Au Gabon, la décision de la Haute Autorité de la Communication de suspendre l’accès à des plateformes majeures comme Instagram et YouTube a provoqué une onde de choc dans les milieux politiques et économiques. Officiellement, le régulateur invoque la lutte contre la diffusion de contenus susceptibles d’alimenter tensions et divisions. Mais pour une large partie de l’opposition et du secteur privé, la mesure apparaît comme une restriction disproportionnée des libertés numériques et de l’activité économique.
Figure centrale de la contestation, l’ancien Premier ministre Alain-Claude Bilie-By-Nze dénonce une décision « incompréhensible » et « inconstitutionnelle ». Selon lui, les réseaux sociaux sont devenus des infrastructures économiques essentielles : marketing, vente en ligne, services créatifs et communication d’entreprise y dépendent directement. Dans un contexte budgétaire contraint, l’interdiction frapperait de plein fouet PME, start-up et auto-entrepreneurs, aggravant la fragilité d’un tissu économique déjà sous pression.
La réaction du monde des affaires confirme cette inquiétude. Restaurateurs, commerçants, influenceurs et créateurs de contenu décrivent une chute immédiate de visibilité et de revenus. Au Gabon, où l’économie numérique informelle s’est fortement développée ces dernières années, les réseaux sociaux servent de vitrines commerciales et de canaux de paiement indirects. Leur suspension agit donc comme un choc exogène sur la micro-économie urbaine, révélant la dépendance croissante des activités à l’écosystème numérique global.
Au-delà de l’impact économique, la controverse soulève une question juridique : la HAC dispose-t-elle du pouvoir de bloquer des plateformes ? L’opposition affirme que la régulation des communications ne saurait justifier une coupure généralisée sans base légale explicite ni décision judiciaire. Cette contestation met en lumière la tension structurelle entre régulation de l’information et liberté d’expression dans les États africains confrontés à la polarisation politique et aux risques de désinformation.
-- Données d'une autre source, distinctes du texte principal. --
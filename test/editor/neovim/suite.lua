-- What Neovim's own client does with the server, as a user's configuration starts it.
local passed, failed = 0, 0

local function test(name, run)
  local ok, why = pcall(run)
  if ok then
    passed = passed + 1
    io.write("  ok    " .. name .. "\n")
  else
    failed = failed + 1
    io.write("  FAIL  " .. name .. "\n        " .. tostring(why) .. "\n")
  end
end

-- Waits for what comes in its own time.
local function eventually(what, check)
  local seen
  local ok = vim.wait(20000, function()
    seen = check()
    return seen and true or false
  end, 50)
  assert(ok, "waited for " .. what)
  return seen
end

local client
vim.cmd("set hidden")

-- The README's own set-up for this version.
dofile(os.getenv("PLUMBLINE_SETUP"))

local function open(name)
  -- What is open already keeps what was typed into it.
  vim.cmd((vim.fn.bufexists(name) == 1 and "buffer " or "edit ") .. name)
  if name:match("%.md$") then
    vim.bo.filetype = "markdown"
  end
  eventually("the server", function()
    for id, one in pairs(vim.lsp.buf_get_clients(0)) do
      client = id
      return one.initialized
    end
  end)
  return vim.api.nvim_get_current_buf()
end

local function codes(buffer)
  local found = {}
  for _, one in ipairs(vim.diagnostic.get(buffer)) do
    table.insert(found, one.code or (one.user_data and one.user_data.lsp and one.user_data.lsp.code) or "?")
  end
  table.sort(found)
  return found
end

local function holds(list, wanted)
  for _, one in ipairs(list) do
    if one == wanted then
      return true
    end
  end
  return false
end

-- Puts the cursor on a text, some characters into it.
local function place(buffer, text, into)
  for i, line in ipairs(vim.api.nvim_buf_get_lines(buffer, 0, -1, false)) do
    local at = line:find(text, 1, true)
    if at then
      vim.api.nvim_win_set_cursor(0, { i, at - 1 + (into or 0) })
      return i - 1, at - 1
    end
  end
  error(text .. " does not stand in the note")
end

local function request(buffer, method, params)
  local answers, problem = vim.lsp.buf_request_sync(buffer, method, params, 20000)
  assert(answers, problem or (method .. " was not answered"))
  local answer = answers[client]
  assert(answer and not answer.error, vim.inspect(answer))
  return answer.result
end

test("the findings of a note are pushed", function()
  local buffer = open("winter-shuttle.plumb")
  eventually("bank-over-limit", function()
    return holds(codes(buffer), "bank-over-limit")
  end)
  assert(holds(codes(buffer), "claim-stale"), table.concat(codes(buffer), ", "))
end)

test("a hover shows the result and how it came about", function()
  local buffer = open("winter-shuttle.plumb")
  place(buffer, "bank 32", 6)
  local hover = request(buffer, "textDocument/hover", vim.lsp.util.make_position_params())
  assert(hover.contents.value:find("warning%-bank %d+°"), hover.contents.value)
end)

test("completion offers the card's configurations", function()
  local buffer = open("winter-shuttle.plumb")
  place(buffer, "config flaps-5", 7)
  local items = request(buffer, "textDocument/completion", vim.lsp.util.make_position_params())
  local labels = {}
  for _, item in ipairs(items.items or items) do
    table.insert(labels, item.label)
  end
  assert(holds(labels, "flaps-30"), table.concat(labels, ", "))
end)

test("the definition of an aeroplane is its card in another file", function()
  local buffer = open("winter-shuttle.plumb")
  place(buffer, "fly brambling-37", 6)
  local found = request(buffer, "textDocument/definition", vim.lsp.util.make_position_params())
  local location = found.uri and found or found[1]
  assert(location.uri:find("aeroplanes.plumb", 1, true), vim.inspect(found))
end)

test("a code action mends a stale claim, and the finding goes", function()
  local buffer = open("winter-shuttle.plumb")
  local line = place(buffer, "claim stall 132 kt")
  local params = vim.lsp.util.make_range_params()
  params.context = { diagnostics = {} }
  local fix
  for _, action in ipairs(request(buffer, "textDocument/codeAction", params)) do
    if action.title:match("^Write %d+ kt$") then
      fix = action
    end
  end
  assert(fix, "no fix is offered")
  vim.lsp.util.apply_workspace_edit(fix.edit, "utf-16")
  local text = vim.api.nvim_buf_get_lines(buffer, line, line + 1, false)[1]
  assert(not text:find("claim stall 132", 1, true), text)
  eventually("the finding to go", function()
    return not holds(codes(buffer), "claim-stale")
  end)
end)

test("what is typed is checked, also behind letters of many bytes", function()
  local buffer = open("winter-shuttle.plumb")
  local last = vim.api.nvim_buf_line_count(buffer)
  vim.api.nvim_buf_set_lines(buffer, last, last, false, { "", "| phase hold \"Größe 🛩 漢\"; weight 5" })
  local found = eventually("missing-unit", function()
    for _, one in ipairs(vim.diagnostic.get(buffer)) do
      if one.message:find("5 of what?", 1, true) then
        return one
      end
    end
  end)
  local text = vim.api.nvim_buf_get_lines(buffer, found.lnum, found.lnum + 1, false)[1]
  assert(text:sub(found.col + 1):find("^5"), found.col .. " in " .. text)
end)

test("formatting lays out the bar lines", function()
  local buffer = open("steep-turns.plumb")
  vim.api.nvim_buf_set_lines(buffer, 5, 6, false, { "|fly gorsechat-2 ;under school-rules;rules vfr" })
  local edits = request(buffer, "textDocument/formatting", vim.lsp.util.make_formatting_params({}))
  vim.lsp.util.apply_text_edits(edits, buffer, "utf-16")
  local text = vim.api.nvim_buf_get_lines(buffer, 5, 6, false)[1]
  assert(text == "| fly gorsechat-2; under school-rules; rules vfr", text)
end)

test("the outline is there, and a fence in Markdown is checked", function()
  local buffer = open("contingency-briefing.md")
  eventually("the fence's findings", function()
    return holds(codes(buffer), "contaminated-takeoff")
  end)
  local symbols = request(buffer, "textDocument/documentSymbol", { textDocument = vim.lsp.util.make_text_document_params() })
  assert(#symbols >= 3, vim.inspect(symbols))
end)

test("a card is renamed in every note of the folder", function()
  local buffer = open("aeroplanes.plumb")
  place(buffer, "aircraft gorsechat-2", 10)
  local params = vim.lsp.util.make_position_params()
  params.newName = "gorsechat-3"
  local edit = request(buffer, "textDocument/rename", params)
  local files = 0
  for _ in pairs(edit.changes or edit.documentChanges) do
    files = files + 1
  end
  assert(files >= 3, vim.inspect(edit))
end)

test("the server ends when the editor does", function()
  vim.lsp.stop_client(client)
  eventually("the end", function()
    local one = vim.lsp.get_client_by_id(client)
    return not one or one.is_stopped()
  end)
end)

io.write(string.format("neovim: %d passed, %d failed\n", passed, failed))
vim.cmd(failed == 0 and "qall!" or "cquit 1")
Le gouvernement, lui, s’inscrit dans une logique de stabilité. Dans plusieurs pays africains, les autorités considèrent les réseaux sociaux comme des vecteurs potentiels de mobilisation politique ou de rumeurs déstabilisatrices. La suspension ponctuelle de plateformes a déjà été utilisée lors de crises électorales ou sécuritaires. Mais ces mesures temporaires tendent à s’inscrire dans une tendance plus large de souveraineté numérique, où les États cherchent à reprendre le contrôle des flux d’information.
Au Gabon, toutefois, la spécificité du moment renforce la portée du débat. Le pays traverse une phase politique sensible et une transition institutionnelle encore fragile. Dans ce contexte, toute restriction numérique est perçue par l’opposition comme un signal de fermeture de l’espace public. La réaction virulente d’Alain-Claude Bilie-By-Nze traduit ainsi une lutte plus profonde autour de la légitimité institutionnelle et des règles du jeu politique.
L’épisode gabonais illustre enfin un dilemme continental : comment concilier sécurité informationnelle et économie numérique émergente ? En bloquant des plateformes devenues outils de travail, l’État touche désormais au cœur de l’activité économique. La crise ouverte par la décision de la HAC pourrait ainsi dépasser la seule question des réseaux sociaux pour interroger la place du numérique dans les libertés publiques et le développement un débat appelé à s’intensifier en Afrique.